━━━ The records ━━━

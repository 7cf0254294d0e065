//! Reads QEMU's `-d in_asm,exec,nochain` log: which translated blocks exist
//! (their instruction addresses) and the exact sequence in which they ran.

use std::collections::HashMap;

/// One translated block: the addresses and sizes of its instructions.
#[derive(Debug, Clone, Default, PartialEq, Eq)]
pub struct Block {
    /// (address, size in bytes) of each guest instruction, in order.
    pub instructions: Vec<(u32, u32)>,
}

impl Block {
    /// The address just past the block's last instruction.
    pub fn end(&self) -> Option<u32> {
        self.instructions.last().map(|&(a, s)| a + s)
    }
}

/// The translated blocks and the exact sequence in which they ran.
///
/// Blocks are keyed by QEMU's host address of the translation (the first
/// field of an `exec` line), which tells apart two translations that start
/// at the same guest address; QEMU prints a block's `in_asm` listing right
/// before its first execution, which ties the two together.
#[derive(Debug, Clone, Default, PartialEq, Eq)]
pub struct Trace {
    /// Blocks by host translation address.
    pub blocks: HashMap<u64, Block>,
    /// (host translation address, guest start address) of the executed
    /// blocks, in execution order.
    pub executed: Vec<(u64, u32)>,
}

impl Trace {
    /// The block of an execution entry.
    pub fn block(&self, entry: (u64, u32)) -> Option<&Block> {
        self.blocks.get(&entry.0)
    }
}

/// A Thumb-2 instruction is 32 bits wide when its first half-word starts with
/// 0b11101, 0b11110 or 0b11111 (Arm v7-M Architecture Reference Manual,
/// section A5.1, common practice).
fn thumb_size(first_halfword: u16) -> u32 {
    if first_halfword >> 11 >= 0b11101 {
        4
    } else {
        2
    }
}

/// Parses an `in_asm` instruction line such as
/// `0x000089a8:  b580       push     {r7, lr}`.
fn parse_instruction(line: &str) -> Option<(u32, u32)> {
    let rest = line.strip_prefix("0x")?;
    let (addr, tail) = rest.split_once(':')?;
    let addr = u32::from_str_radix(addr, 16).ok()?;
    let first = tail.split_whitespace().next()?;
    // Without a disassembler QEMU prints raw bytes ("OBJD-T: ..."); with
    // capstone, the half-words. Either way the first half-word decides.
    let hw = u16::from_str_radix(first.get(..4)?, 16).ok()?;
    Some((addr, thumb_size(hw)))
}

/// Parses an `exec` line such as
/// `Trace 0: 0x7f7434000100 [00800408/00000400/00000110/ff020200] Reset`,
/// returning the host translation address and the guest PC (the second
/// field in brackets).
fn parse_exec(line: &str) -> Option<(u64, u32)> {
    let rest = line.strip_prefix("Trace ")?;
    let (head, tail) = rest.split_once('[')?;
    let host = head.split_whitespace().last()?.strip_prefix("0x")?;
    let host = u64::from_str_radix(host, 16).ok()?;
    let inside = tail.split_once(']')?.0;
    let pc = inside.split('/').nth(1)?;
    Some((host, u32::from_str_radix(pc, 16).ok()?))
}

/// Parses a whole log.
pub fn parse_log(text: &str) -> Trace {
    let mut trace = Trace::default();
    let mut listing: Option<Block> = None;
    let mut pending: Option<Block> = None;
    for line in text.lines() {
        if line.starts_with("IN:") {
            listing = Some(Block::default());
        } else if line.starts_with("0x")
            && let Some(b) = listing.as_mut()
        {
            if let Some(insn) = parse_instruction(line) {
                b.instructions.push(insn);
            }
        } else if let Some((host, pc)) = parse_exec(line) {
            if let Some(b) = listing.take().or_else(|| pending.take()) {
                if b.instructions.first().map(|i| i.0) == Some(pc) {
                    trace.blocks.insert(host, b);
                } else {
                    pending = Some(b);
                }
            }
            trace.executed.push((host, pc));
        } else if listing.is_some() && (line.trim().is_empty() || line.starts_with("---")) {
            pending = listing.take();
        }
    }
    trace
}

#[cfg(test)]
mod tests {
    use super::*;

    #[test]
    fn blocks_and_executions_from_a_log() {
        // Format of QEMU 7.2's `-d in_asm,exec,nochain` on mps2-an386.
        let log = "\
----------------
IN: Reset
0x00000400:  f008 fad2  bl       #0x89a8

Trace 0: 0x7f7434000100 [00800408/00000400/00000110/ff020200] Reset
----------------
IN: DefaultPreInit
0x000089a8:  b580       push     {r7, lr}
0x000089aa:  466f       mov      r7, sp
0x000089ac:  bd80       pop      {r7, pc}

Trace 0: 0x7f7434000240 [00800408/000089a8/00000110/ff020200] DefaultPreInit
Trace 0: 0x7f7434000240 [00800408/000089a8/00000110/ff020200] DefaultPreInit
";
        let t = parse_log(log);
        let pcs: Vec<u32> = t.executed.iter().map(|e| e.1).collect();
        assert_eq!(pcs, vec![0x400, 0x89a8, 0x89a8]);
        assert_eq!(
            t.block(t.executed[0]).unwrap().instructions,
            vec![(0x400, 4)]
        );
        let b = t.block(t.executed[2]).unwrap();
        assert_eq!(b.instructions, vec![(0x89a8, 2), (0x89aa, 2), (0x89ac, 2)]);
        assert_eq!(b.end(), Some(0x89ae));
    }

    #[test]
    fn thumb_widths() {
        // ARMv7-M ARM A5.1: 0xf008 (BL, first half) is 32-bit; 0xb580 (PUSH)
        // and 0xe7fe (B, 16-bit, top bits 0b11100) are 16-bit.
        assert_eq!(thumb_size(0xf008), 4);
        assert_eq!(thumb_size(0xe92d), 4);
        assert_eq!(thumb_size(0xb580), 2);
        assert_eq!(thumb_size(0xe7fe), 2);
    }
}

━━━

» **Required action**
Of the entries above, repeat exactly the lines between the line with "of the executed" and the line with "let pc = inside.split('/').nth(1)?;", inclusive, and no others.

» **Your solution**
    /// (host translation address, guest start address) of the executed
    /// blocks, in execution order.
    pub executed: Vec<(u64, u32)>,
}

impl Trace {
    /// The block of an execution entry.
    pub fn block(&self, entry: (u64, u32)) -> Option<&Block> {
        self.blocks.get(&entry.0)
    }
}

/// A Thumb-2 instruction is 32 bits wide when its first half-word starts with
/// 0b11101, 0b11110 or 0b11111 (Arm v7-M Architecture Reference Manual,
/// section A5.1, common practice).
fn thumb_size(first_halfword: u16) -> u32 {
    if first_halfword >> 11 >= 0b11101 {
        4
    } else {
        2
    }
}

/// Parses an `in_asm` instruction line such as
/// `0x000089a8:  b580       push     {r7, lr}`.
fn parse_instruction(line: &str) -> Option<(u32, u32)> {
    let rest = line.strip_prefix("0x")?;
    let (addr, tail) = rest.split_once(':')?;
    let addr = u32::from_str_radix(addr, 16).ok()?;
    let first = tail.split_whitespace().next()?;
    // Without a disassembler QEMU prints raw bytes ("OBJD-T: ..."); with
    // capstone, the half-words. Either way the first half-word decides.
    let hw = u16::from_str_radix(first.get(..4)?, 16).ok()?;
    Some((addr, thumb_size(hw)))
}

/// Parses an `exec` line such as
/// `Trace 0: 0x7f7434000100 [00800408/00000400/00000110/ff020200] Reset`,
/// returning the host translation address and the guest PC (the second
/// field in brackets).
fn parse_exec(line: &str) -> Option<(u64, u32)> {
    let rest = line.strip_prefix("Trace ")?;
    let (head, tail) = rest.split_once('[')?;
    let host = head.split_whitespace().last()?.strip_prefix("0x")?;
    let host = u64::from_str_radix(host, 16).ok()?;
    let inside = tail.split_once(']')?.0;
    let pc = inside.split('/').nth(1)?;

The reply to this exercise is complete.